Start of Data for this exercise
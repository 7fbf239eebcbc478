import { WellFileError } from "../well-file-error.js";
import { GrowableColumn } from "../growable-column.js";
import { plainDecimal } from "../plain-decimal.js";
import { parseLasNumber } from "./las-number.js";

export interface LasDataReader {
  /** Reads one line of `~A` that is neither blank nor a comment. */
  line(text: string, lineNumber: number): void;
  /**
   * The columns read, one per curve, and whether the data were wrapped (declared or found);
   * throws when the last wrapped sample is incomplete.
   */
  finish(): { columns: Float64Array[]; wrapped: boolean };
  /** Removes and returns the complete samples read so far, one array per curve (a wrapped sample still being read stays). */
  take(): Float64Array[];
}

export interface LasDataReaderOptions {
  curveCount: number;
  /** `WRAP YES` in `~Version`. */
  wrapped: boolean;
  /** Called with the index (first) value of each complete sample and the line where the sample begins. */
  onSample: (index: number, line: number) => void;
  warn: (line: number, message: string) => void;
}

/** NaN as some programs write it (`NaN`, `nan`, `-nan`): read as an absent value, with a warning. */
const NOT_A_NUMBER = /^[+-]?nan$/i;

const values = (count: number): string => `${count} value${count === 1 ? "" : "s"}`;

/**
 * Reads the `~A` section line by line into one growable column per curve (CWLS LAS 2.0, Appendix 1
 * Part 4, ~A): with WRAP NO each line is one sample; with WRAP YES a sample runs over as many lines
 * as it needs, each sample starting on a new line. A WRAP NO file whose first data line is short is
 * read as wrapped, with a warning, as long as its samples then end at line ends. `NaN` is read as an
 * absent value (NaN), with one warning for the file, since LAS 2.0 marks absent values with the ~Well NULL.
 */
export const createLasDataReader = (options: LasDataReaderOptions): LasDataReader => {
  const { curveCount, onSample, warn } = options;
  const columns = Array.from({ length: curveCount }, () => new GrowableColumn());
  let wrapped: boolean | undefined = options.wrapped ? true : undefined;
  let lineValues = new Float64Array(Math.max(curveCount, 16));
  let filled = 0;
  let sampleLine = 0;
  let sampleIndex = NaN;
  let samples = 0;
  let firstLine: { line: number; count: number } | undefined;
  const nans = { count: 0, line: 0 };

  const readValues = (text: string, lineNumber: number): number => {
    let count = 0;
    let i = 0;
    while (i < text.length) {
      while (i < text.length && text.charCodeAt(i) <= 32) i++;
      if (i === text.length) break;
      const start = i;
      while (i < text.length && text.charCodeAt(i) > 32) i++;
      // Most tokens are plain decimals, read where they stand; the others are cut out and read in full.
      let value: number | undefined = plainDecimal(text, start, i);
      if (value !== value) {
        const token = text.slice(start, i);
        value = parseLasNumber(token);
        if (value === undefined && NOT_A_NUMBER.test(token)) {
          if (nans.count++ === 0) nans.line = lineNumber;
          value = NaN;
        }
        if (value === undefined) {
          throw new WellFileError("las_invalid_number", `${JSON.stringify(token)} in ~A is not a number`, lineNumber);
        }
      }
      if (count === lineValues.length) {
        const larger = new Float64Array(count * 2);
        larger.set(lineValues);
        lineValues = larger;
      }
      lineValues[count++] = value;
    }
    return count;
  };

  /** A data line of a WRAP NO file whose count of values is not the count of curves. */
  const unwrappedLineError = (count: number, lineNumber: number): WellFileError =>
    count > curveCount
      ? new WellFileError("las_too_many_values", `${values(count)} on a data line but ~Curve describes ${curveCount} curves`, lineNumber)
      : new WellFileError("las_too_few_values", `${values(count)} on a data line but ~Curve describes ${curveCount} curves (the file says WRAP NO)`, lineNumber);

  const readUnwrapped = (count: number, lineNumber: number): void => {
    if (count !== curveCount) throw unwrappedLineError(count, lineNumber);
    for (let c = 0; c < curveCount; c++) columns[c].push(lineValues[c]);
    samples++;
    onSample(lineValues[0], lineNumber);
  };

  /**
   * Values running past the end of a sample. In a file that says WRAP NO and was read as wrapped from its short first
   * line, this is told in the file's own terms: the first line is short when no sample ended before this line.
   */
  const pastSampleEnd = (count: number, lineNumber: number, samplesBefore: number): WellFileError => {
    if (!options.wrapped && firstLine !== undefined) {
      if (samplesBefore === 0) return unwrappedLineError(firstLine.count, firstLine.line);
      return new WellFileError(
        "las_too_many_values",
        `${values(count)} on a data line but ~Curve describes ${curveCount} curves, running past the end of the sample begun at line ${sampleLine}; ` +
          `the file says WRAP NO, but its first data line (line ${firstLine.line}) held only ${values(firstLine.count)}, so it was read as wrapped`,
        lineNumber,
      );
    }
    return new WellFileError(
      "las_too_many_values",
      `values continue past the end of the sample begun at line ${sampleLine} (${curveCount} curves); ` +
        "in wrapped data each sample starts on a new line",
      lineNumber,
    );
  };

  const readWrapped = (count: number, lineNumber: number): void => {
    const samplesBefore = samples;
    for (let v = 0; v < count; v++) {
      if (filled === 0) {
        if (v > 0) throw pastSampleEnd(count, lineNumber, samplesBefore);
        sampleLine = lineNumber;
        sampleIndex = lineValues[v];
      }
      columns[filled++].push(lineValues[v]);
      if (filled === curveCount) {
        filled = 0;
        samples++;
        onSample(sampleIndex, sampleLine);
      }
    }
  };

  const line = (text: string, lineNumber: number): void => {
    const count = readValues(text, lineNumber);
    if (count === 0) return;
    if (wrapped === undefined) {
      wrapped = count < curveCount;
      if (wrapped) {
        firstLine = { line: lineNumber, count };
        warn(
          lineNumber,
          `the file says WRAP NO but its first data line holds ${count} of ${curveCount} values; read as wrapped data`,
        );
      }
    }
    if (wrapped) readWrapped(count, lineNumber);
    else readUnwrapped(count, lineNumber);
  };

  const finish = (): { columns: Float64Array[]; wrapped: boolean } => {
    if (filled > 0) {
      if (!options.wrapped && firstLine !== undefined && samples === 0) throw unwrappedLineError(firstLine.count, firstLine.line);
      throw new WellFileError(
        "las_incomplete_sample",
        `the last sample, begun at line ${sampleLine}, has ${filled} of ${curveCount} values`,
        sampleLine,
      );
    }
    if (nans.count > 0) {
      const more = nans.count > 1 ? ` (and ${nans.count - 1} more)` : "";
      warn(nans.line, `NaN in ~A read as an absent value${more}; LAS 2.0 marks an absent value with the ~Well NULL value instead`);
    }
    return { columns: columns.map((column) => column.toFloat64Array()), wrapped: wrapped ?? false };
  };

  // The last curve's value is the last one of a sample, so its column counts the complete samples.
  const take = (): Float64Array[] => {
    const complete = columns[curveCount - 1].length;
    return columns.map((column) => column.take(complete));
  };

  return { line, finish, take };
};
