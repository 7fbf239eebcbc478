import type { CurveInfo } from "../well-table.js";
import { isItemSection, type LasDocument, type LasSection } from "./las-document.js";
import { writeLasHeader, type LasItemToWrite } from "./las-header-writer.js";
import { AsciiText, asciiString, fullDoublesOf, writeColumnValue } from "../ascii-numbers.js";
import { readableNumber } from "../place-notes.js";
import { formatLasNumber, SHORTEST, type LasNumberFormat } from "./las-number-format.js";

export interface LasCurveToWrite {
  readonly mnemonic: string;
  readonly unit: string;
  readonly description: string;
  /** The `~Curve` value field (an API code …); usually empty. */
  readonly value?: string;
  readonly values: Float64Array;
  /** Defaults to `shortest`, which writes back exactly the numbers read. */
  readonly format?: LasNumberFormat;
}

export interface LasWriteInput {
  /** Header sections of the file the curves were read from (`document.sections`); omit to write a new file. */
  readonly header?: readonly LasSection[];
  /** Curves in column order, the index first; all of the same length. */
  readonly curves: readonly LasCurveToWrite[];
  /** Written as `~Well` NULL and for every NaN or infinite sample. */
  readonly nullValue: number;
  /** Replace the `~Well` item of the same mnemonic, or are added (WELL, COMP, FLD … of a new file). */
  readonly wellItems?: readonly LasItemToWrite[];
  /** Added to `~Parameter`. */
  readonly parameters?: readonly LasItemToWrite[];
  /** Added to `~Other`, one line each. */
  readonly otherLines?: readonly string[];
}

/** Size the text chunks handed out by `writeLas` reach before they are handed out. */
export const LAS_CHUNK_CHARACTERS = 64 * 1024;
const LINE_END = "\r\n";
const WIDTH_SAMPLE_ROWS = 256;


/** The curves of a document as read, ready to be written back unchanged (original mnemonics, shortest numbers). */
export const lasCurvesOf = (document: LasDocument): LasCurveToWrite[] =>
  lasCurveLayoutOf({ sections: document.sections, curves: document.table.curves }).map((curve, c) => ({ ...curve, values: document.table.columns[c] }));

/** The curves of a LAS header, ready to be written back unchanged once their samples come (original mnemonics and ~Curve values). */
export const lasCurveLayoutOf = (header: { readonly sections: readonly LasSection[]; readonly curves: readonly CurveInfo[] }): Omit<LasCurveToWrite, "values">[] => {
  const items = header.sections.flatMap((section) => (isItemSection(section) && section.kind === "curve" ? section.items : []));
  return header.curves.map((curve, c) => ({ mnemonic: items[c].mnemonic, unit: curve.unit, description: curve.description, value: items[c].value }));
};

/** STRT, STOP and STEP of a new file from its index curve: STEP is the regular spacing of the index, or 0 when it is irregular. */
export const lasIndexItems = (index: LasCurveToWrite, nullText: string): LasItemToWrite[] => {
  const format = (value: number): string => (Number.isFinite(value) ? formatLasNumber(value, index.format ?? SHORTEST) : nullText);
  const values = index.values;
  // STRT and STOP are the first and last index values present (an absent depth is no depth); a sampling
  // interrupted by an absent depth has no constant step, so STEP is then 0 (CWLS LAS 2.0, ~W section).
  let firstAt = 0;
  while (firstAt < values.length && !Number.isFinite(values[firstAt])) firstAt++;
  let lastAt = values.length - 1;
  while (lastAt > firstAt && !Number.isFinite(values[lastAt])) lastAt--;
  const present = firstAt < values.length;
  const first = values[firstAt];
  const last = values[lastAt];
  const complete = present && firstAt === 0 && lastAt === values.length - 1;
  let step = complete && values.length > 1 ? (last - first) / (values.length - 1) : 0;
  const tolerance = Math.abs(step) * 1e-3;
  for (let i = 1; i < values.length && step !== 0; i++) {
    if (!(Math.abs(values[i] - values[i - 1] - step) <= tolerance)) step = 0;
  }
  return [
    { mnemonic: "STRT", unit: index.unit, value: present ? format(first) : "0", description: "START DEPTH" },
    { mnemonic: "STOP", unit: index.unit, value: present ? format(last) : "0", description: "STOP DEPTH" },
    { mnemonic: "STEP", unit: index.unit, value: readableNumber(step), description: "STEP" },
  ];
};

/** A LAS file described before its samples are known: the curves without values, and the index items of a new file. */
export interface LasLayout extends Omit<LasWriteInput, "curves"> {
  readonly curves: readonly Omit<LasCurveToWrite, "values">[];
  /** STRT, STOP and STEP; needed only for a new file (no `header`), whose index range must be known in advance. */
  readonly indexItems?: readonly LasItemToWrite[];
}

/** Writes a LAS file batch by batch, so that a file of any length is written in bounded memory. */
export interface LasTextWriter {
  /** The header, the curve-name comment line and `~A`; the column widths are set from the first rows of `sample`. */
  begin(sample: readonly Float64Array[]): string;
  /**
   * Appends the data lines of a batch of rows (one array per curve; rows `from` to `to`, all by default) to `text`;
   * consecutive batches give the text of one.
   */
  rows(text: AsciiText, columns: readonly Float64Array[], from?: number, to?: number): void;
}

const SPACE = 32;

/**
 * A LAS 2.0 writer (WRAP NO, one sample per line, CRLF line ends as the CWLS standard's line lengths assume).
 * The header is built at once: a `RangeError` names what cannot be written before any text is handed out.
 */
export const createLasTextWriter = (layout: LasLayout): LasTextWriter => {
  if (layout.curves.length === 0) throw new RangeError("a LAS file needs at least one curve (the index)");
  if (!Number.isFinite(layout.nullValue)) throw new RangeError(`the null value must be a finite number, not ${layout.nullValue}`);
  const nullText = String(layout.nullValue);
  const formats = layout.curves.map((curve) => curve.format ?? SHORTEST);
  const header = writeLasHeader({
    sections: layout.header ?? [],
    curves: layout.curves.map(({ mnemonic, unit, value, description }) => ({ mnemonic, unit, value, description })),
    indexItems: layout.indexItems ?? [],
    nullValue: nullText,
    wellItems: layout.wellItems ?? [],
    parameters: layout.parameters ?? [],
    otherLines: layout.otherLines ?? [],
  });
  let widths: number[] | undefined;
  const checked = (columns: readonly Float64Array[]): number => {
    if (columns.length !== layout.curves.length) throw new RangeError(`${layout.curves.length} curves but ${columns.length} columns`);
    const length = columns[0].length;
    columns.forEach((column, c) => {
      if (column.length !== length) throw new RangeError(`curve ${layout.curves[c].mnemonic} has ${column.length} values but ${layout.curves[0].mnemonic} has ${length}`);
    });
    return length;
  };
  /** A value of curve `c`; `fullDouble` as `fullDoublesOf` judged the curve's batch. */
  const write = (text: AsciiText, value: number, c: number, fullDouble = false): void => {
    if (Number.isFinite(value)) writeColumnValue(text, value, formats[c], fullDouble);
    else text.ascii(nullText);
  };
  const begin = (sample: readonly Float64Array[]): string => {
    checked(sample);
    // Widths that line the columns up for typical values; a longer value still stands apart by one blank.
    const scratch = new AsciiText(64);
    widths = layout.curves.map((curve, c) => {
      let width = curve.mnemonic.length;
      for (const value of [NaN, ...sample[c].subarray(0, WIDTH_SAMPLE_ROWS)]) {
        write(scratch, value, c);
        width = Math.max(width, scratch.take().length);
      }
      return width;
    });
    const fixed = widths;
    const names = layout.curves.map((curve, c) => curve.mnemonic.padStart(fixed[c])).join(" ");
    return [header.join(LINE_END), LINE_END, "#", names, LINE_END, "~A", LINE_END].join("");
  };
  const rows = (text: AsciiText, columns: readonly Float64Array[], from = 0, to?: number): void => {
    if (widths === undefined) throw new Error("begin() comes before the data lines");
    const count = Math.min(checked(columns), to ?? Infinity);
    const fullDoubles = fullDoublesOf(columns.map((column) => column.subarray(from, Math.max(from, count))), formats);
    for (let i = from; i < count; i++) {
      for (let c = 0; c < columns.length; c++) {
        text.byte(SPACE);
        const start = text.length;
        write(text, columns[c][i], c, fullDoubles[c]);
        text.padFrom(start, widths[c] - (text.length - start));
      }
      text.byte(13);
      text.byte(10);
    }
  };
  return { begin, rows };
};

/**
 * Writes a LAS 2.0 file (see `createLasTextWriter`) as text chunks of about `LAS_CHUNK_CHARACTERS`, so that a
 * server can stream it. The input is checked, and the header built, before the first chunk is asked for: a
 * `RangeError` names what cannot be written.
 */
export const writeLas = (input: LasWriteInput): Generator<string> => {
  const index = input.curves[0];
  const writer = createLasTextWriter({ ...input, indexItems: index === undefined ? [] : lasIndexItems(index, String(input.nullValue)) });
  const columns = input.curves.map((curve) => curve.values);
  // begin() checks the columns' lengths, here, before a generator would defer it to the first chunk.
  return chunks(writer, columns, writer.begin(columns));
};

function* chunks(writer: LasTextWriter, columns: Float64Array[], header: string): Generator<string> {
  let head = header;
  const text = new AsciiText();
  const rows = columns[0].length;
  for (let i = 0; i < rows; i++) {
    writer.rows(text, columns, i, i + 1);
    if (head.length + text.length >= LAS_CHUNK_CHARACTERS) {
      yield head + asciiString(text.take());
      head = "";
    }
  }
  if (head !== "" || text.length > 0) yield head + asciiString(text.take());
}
End of Data for this exercise
Exercise description - Above this task is a listing. Restate, word for word and with nothing added, the lines from the one with "count > curveCount" through the one with "if (count !== curveCount)".

Task result -
    count > curveCount
      ? new WellFileError("las_too_many_values", `${values(count)} on a data line but ~Curve describes ${curveCount} curves`, lineNumber)
      : new WellFileError("las_too_few_values", `${values(count)} on a data line but ~Curve describes ${curveCount} curves (the file says WRAP NO)`, lineNumber);

  const readUnwrapped = (count: number, lineNumber: number): void => {
    if (count !== curveCount) throw unwrappedLineError(count, lineNumber);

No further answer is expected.